Latex: ¿Cuál es tu sabor favorito?
Enrique Leyva: ¿Cómo podría describirlo?… ¡El del mole! Que es todo. Eso me representa demasiado, soy un mole andante. Me gusta creer que en la vida hay que aprender a saborear todo, y el mole, pues, contiene de todo. Es dulce, salado, picoso… ¡De todo!
Latex: ¡Última pregunta! Tu trayectoria se ve para muchos como el sueño. Me preguntaba, después de haber trabajado con todos estos referentes: ¿Cual es tu sueño ahora?

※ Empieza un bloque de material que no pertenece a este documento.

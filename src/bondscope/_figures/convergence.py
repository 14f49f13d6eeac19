"""Convergence figure: middle-cut entropy against discarded weight or 1/chi."""

import math

import numpy as np

from .._text import entropy_unit
from .._docs import filled
from .._options import ProfileOptions
from ._gather import collect, same_base
from ._names import figure_text, visible
from ._style import INK, curve_look, new_figure, style, titled

__all__ = ["convergence_figure"]


def _discarded(entry):
    value = entry.meta.get("max_discarded_weight", entry.profile.get("discarded_weight"))
    if not isinstance(value, (int, float)):
        raise ValueError(f"{visible(entry.label)}: the run's discarded weight is unknown (no "
                         "'max_discarded_weight' attribute in its checkpoint); plot against "
                         "1/chi instead (--against bond)")
    return float(value)


def _inverse_bond(entry):
    chi = entry.max_bond
    if not chi:
        raise ValueError(f"{visible(entry.label)}: no bond dimension known; "
                         "use against='weight'")
    return 1.0 / chi


def _limit(members, x, form):
    """The comparison's extrapolation S = S0 + a g(x) at the middle cut, in nats.

    Each profile goes to :func:`bondscope._analyses.comparison.compare_profiles` with
    ``x`` as its run-level ``discarded_weight`` (and its own truncation
    fields left out): g(w) = w (1 + ln(1/w)) against the weight, g = x
    against 1/chi.
    """
    from .._analyses.comparison import compare_profiles

    docs = []
    for (entry, _), xv in zip(members, x):
        doc = entry.profile.to_dict()
        doc.pop("truncation", None)
        for cut in doc["cuts"]:
            cut.pop("discarded_weight", None)
        doc["discarded_weight"] = float(xv)
        docs.append(doc)
    result = compare_profiles(docs, series="bond", form=form)
    fit = result["extrapolation"]
    if fit is None:
        raise ValueError(f"no extrapolation: {result['extrapolation_note']}")
    middle = _middle_position(members[0][0].profile)
    if middle not in result["positions"]:
        raise ValueError(f"no common cut at the middle position {middle}")
    at = result["positions"].index(middle)
    return {"position": middle, "value": fit["entropies"][at], "slope": fit["slopes"][at] or 0.0,
            "error": fit["errors"][at], "method": fit["methods"][at], "form": form,
            "units": "nats", "converged": result["converged"], "verdict": result["verdict"]}


@filled
def convergence_figure(sources, *, against="weight", title=None, options=None,
                       **profiling):
    """Middle-cut entropy across a series against discarded weight or 1/χ, extrapolated.

    Sources are grouped by their ``series`` (from a batch; otherwise all are
    one group).  Each group is extrapolated to zero by the comparison's
    fit (:func:`bondscope._analyses.comparison.compare_profiles`): S0 + a w (1 + ln(1/w))
    against the weight w, linear in 1/χ; the left panel shows the fit reaching the axis, the
    right one the same points on a logarithmic axis against the limit.

    Parameters
    ----------
    sources : list of sources
        At least two per group, of one chain length.
    against : {"weight", "bond"}
        x axis: each run's largest discarded weight (the checkpoint
        attribute ``max_discarded_weight``, or a top-level profile field
        ``discarded_weight``), or 1/χ with χ its bond dimension (the
        ``bond_dim`` attribute, else the largest stored one).
    title : str, optional
    %(profiling)s

    %(figure_returns)s
        The limits are in ``fig.bondscope_limits``: per group ``series``,
        ``value`` (in the figure's unit), ``slope``, ``position``, ``verdict``.

    Raises
    ------
    ValueError
        Fewer than two sources in a group, a source without the x quantity,
        or equal x for all sources.
    """
    from .._analyses.extrapolation import correction

    measure = {"weight": _discarded, "bond": _inverse_bond}.get(against)
    if measure is None:
        raise ValueError(f"against must be 'weight' or 'bond', found {against!r}")
    entries = collect(sources, options=ProfileOptions.from_kwargs(options, **profiling))
    scales, base = same_base(entries)
    to_unit = 1.0 / math.log(base)
    groups = {}
    for entry, scale in zip(entries, scales):
        groups.setdefault(entry.meta.get("series"), []).append((entry, scale))
    xlabel = ("largest discarded weight ε" if against == "weight"
              else "inverse bond dimension 1/χ")
    limits, marks = [], []
    with style():
        fig = new_figure(9.0, 4.0)
        ax, zoom = fig.subplots(1, 2, sharey=True, width_ratios=(1.15, 1))
        for i, (name, members) in enumerate(groups.items()):
            if len(members) < 2:
                raise ValueError(f"series {visible(name) if name else '(all sources)'}: "
                                 f"convergence needs at least two sources, found {len(members)}")
            members.sort(key=lambda m: -measure(m[0]))
            x = np.array([measure(e) for e, _ in members])
            y = np.array([_middle(e) * k for e, k in members])
            form = "wlogw" if against == "weight" else "linear"
            limit = _limit(members, x, form)
            value, slope = limit["value"] * to_unit, limit["slope"] * to_unit
            look = curve_look(i, len(groups))
            grid = np.linspace(0.0, x.max() * 1.05, 200)
            ax.plot(grid, value + slope * correction(grid, form), color=look["color"], lw=1.0,
                    ls=(0, (4, 2)))
            ax.plot(x, y, ls="none", label=figure_text(name) if name else "middle-cut entropy",
                    **look)
            ax.plot([0.0], [value], marker="*", ms=12, mfc="white", mec=look["color"],
                    mew=1.3, ls="none", clip_on=False, label=f"extrapolated: {value:.6g}")
            zoom.axhline(value, color=look["color"], lw=0.9, ls=(0, (4, 2)))
            zoom.plot(x, y, ls="-", lw=0.8, **look)
            marks.append((members, x, y))
            limits.append({"series": name, **limit, "value": value, "slope": slope,
                           "error": limit["error"] * to_unit,
                           "units": entropy_unit(base)})
        ax.set_xlim(left=0.0)
        ax.set_xlabel(xlabel)
        ax.set_ylabel(f"S(N/2) [{entropy_unit(base)}]")
        ax.legend(loc="best")
        zoom.set_xscale("log")
        _log_ticks(zoom, np.concatenate([m[1] for m in marks]), against)
        zoom.margins(y=0.12)
        _run_labels(zoom, marks)
        zoom.set_xlabel(xlabel + " (log scale)")
        zoom.set_title("the approach to the limit", fontweight="normal", fontsize=9)
        fig.bondscope_limits = limits
        return titled(fig, ax, title, "Convergence of the middle-cut entropy")


def _log_ticks(ax, x, against):
    """Decade ticks when the runs span two decades or more, else a tick at each run
    (1/chi written as a fraction): never the crowded labels of minor log ticks."""
    from matplotlib.ticker import LogLocator, NullFormatter

    x = x[x > 0]
    ax.xaxis.set_minor_formatter(NullFormatter())
    if x.size == 0:
        return
    if np.log10(x.max() / x.min()) >= 2:
        ax.xaxis.set_major_locator(LogLocator(base=10, numticks=6))
        return
    ticks = np.unique(x)
    ax.set_xticks(ticks, [f"1/{round(1 / t):d}" if against == "bond" else f"{t:.2g}"
                          for t in ticks])
    ax.set_xticks([], minor=True)


def _run_labels(ax, marks):
    """χ (or the name) beside each run: above it, or below it in the top fifth of the
    panel, so no label leaves the axes."""
    low, high = ax.get_ylim()
    for members, x, y in marks:
        for (e, _), xv, yv in zip(members, x, y):
            above = (yv - low) < 0.8 * (high - low)
            ax.annotate(f"χ={e.max_bond}" if e.max_bond else e.text, (xv, yv),
                        xytext=(0, 7 if above else -7), textcoords="offset points",
                        ha="center", va="bottom" if above else "top", fontsize=7.5,
                        color=INK)


def _middle_position(prof):
    """The middle cut; a one-site unit cell's only bond (position 1)."""
    return max(prof.sites // 2, 1)


def _middle(entry):
    prof = entry.profile
    at = np.flatnonzero(prof.positions == _middle_position(prof))
    if at.size == 0:
        raise ValueError(f"{visible(entry.label)}: no cut at the middle position "
                         f"{_middle_position(prof)}")
    return float(prof.entropies[at[0]])


# the figure this kind draws (bondscope._figures._kinds)
DRAW = convergence_figure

Enrique Leyva: ¡Ser fotógrafo de guerra! Siempre he querido serlo. Yo no retrataría las partes bélicas, sino la parte que pueda mostrar la parte más humana… de todas las partes, y entender que al final del día, somos humanos tratando de existir. Gracias por las palabras sobre mi carrera, pero justo creo que ningún artista solamente quiere quedarse con las mieles de lo que ya está pasando, siempre estás en búsqueda de contar más. Pero, sÍ estoy feliz y orgulloso de lo que he logrado, a veces nos cuesta aplaudirnos un poco, pero si puedo voltear y aplaudirme, me ha costado muchísimas cosas. Y creo que es de aplausos ese arriesgar que uno hace por amor a algo.